Embodiments of the present invention are described in detail below, examples of which are illustrated in the accompanying drawings, wherein like or similar reference numerals refer to like or similar elements or elements having like or similar functions throughout. The embodiments described below by referring to the drawings are illustrative only and are not to be construed as limiting the invention. The step numbers in the following embodiments are set for convenience of illustration only, and the order between the steps is not limited in any way, and the execution order of the steps in the embodiments may be adaptively adjusted according to the understanding of those skilled in the art.

In the description of the present invention, it should be understood that references to orientation descriptions such as upper, lower, front, rear, left, right, etc. are based on the orientation or positional relationship shown in the drawings, are merely for convenience of description of the present invention and to simplify the description, and do not indicate or imply that the apparatus or elements referred to must have a particular orientation, be constructed and operated in a particular orientation, and thus should not be construed as limiting the present invention.

In the description of the present invention, a number means one or more, a number means two or more, and greater than, less than, exceeding, etc. are understood to not include the present number, and above, below, within, etc. are understood to include the present number. The description of the first and second is for the purpose of distinguishing between technical features only and should not be construed as indicating or implying relative importance or implicitly indicating the number of technical features indicated or implicitly indicating the precedence of the technical features indicated.

Furthermore, in the description of the present invention, unless otherwise indicated, "a plurality" means two or more. "and/or", describes an association relationship of an association object, and indicates that there may be three relationships, for example, a and/or B, and may indicate: a exists alone, A and B exist together, and B exists alone.

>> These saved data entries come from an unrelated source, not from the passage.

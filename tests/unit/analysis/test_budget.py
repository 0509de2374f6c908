"""The uncertainty budget. Checks: the contributions of independent inputs add up to
the reported u (GUM, JCGM 100:2008, 5.1.3); each group's u equals a Monte Carlo with
only that group varied (GUM Supplement 1, JCGM 101:2008: the validation of the linear
law by propagation of distributions), within 3 %; "u if halved" equals a re-analysis
with that uncertainty halved."""

import dataclasses

import numpy as np
import pytest

import vpkit
from tests.conftest import make_run
from vpkit.analysis.budget import GROUPS, contributions, group_of
from vpkit.physics.simulate import NOISE


def _run(liquid="water"):
    return make_run(liquid, noise=NOISE, rng=np.random.default_rng(11), depth=0.04)


@pytest.mark.parametrize("options", [{}, {"weighting": "weighted"}, {"weighting": "ordinary"},
                                     {"vapor_at_air_reference": "fit"},
                                     {"model": "constant_dcp"}, {"air_from": "injected"}],
                         ids=str)
def test_contributions_add_up_to_the_reported_uncertainty(options):
    a = vpkit.analyze(_run(), warn=False, **options)
    c = contributions(a.result)
    assert np.sqrt(c["ΔH_vap"].sum()) == pytest.approx(a.enthalpy.std_dev, rel=1e-6)
    assert np.sqrt(c["T_b at 101.325 kPa"].sum()) == pytest.approx(
        a.result.u_T_b_normal[0], rel=1e-6)
    assert np.sqrt(c["true ΔvapH"].sum()) == pytest.approx(a.result.u_true_enthalpy[0],
                                                           rel=1e-6)
    b = a.budget()
    for q in ("ΔH_vap", "T_b at 101.325 kPa", "true ΔvapH"):
        assert b.drop(index="total")[(q, "share")].sum() == pytest.approx(1.0, rel=1e-12)


def test_every_input_has_a_group():
    a = vpkit.analyze(_run(), warn=False)
    assert {group_of(n) for n in a.inputs.names} <= set(GROUPS)


@pytest.mark.parametrize("group", ["graduation readings", "bath thermometer", "room temperature",
                                   "barometer", "depths and tube bore"])
def test_each_group_matches_a_monte_carlo_of_that_group_alone(group):
    a = vpkit.analyze(_run(), warn=False)
    mc = a.monte_carlo(40_000, seed=3, inputs=[group])
    expected = a.budget().loc[group, ("ΔH_vap", "u from it")] * 1e3
    assert mc.failed == 0
    assert mc.std == pytest.approx(expected, rel=0.03)


def test_u_if_halved_is_what_a_halved_uncertainty_gives():
    run = _run()
    a = vpkit.analyze(run, warn=False)
    predicted = a.budget().loc["bath thermometer", ("ΔH_vap", "u if halved")]
    entries = tuple((k, dataclasses.replace(e, value=e.value / 2)
                     if k == "temperature_uncertainty" else e) for k, e in run.entries)
    halved = vpkit.analyze(dataclasses.replace(run, entries=entries), warn=False)
    assert halved.enthalpy.std_dev / 1e3 == pytest.approx(predicted, rel=0.02)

The character "/" generally indicates that the context-dependent object is an "or" relationship.

In the description of the present invention, unless explicitly defined otherwise, terms such as arrangement, installation, connection, etc. should be construed broadly and the specific meaning of the terms in the present invention can be reasonably determined by a person skilled in the art in combination with the specific contents of the technical scheme.

The flexible magnet has better magnetic property and mechanical property, and is easy to process into flexible bonded magnetic plates, magnetic strips, magnetic rings and other devices with complex shapes. Therefore, the flexible magnet may be formed in a sleeve shape to cover the surface of the continuous body, or may be directly doped with a magnetic material in the elastic body of the continuous body. When the continuum robot moves or changes shape, the shape of the flexible magnet changes accordingly, the magnetic field generated by the flexible magnet changes accordingly, and the magnetic field signals acquired by the sensor array change accordingly. And estimating the pose of the flexible magnet by combining the kinematic model and the magnetic field measurement mathematical relation model, and calculating the shape of the flexible magnet through pose information. Therefore, after knowing the relation between the pose of the flexible magnet and the magnetic field, the shape of the flexible catheter or other continuous bodies can be accurately estimated by combining a shape sensing method.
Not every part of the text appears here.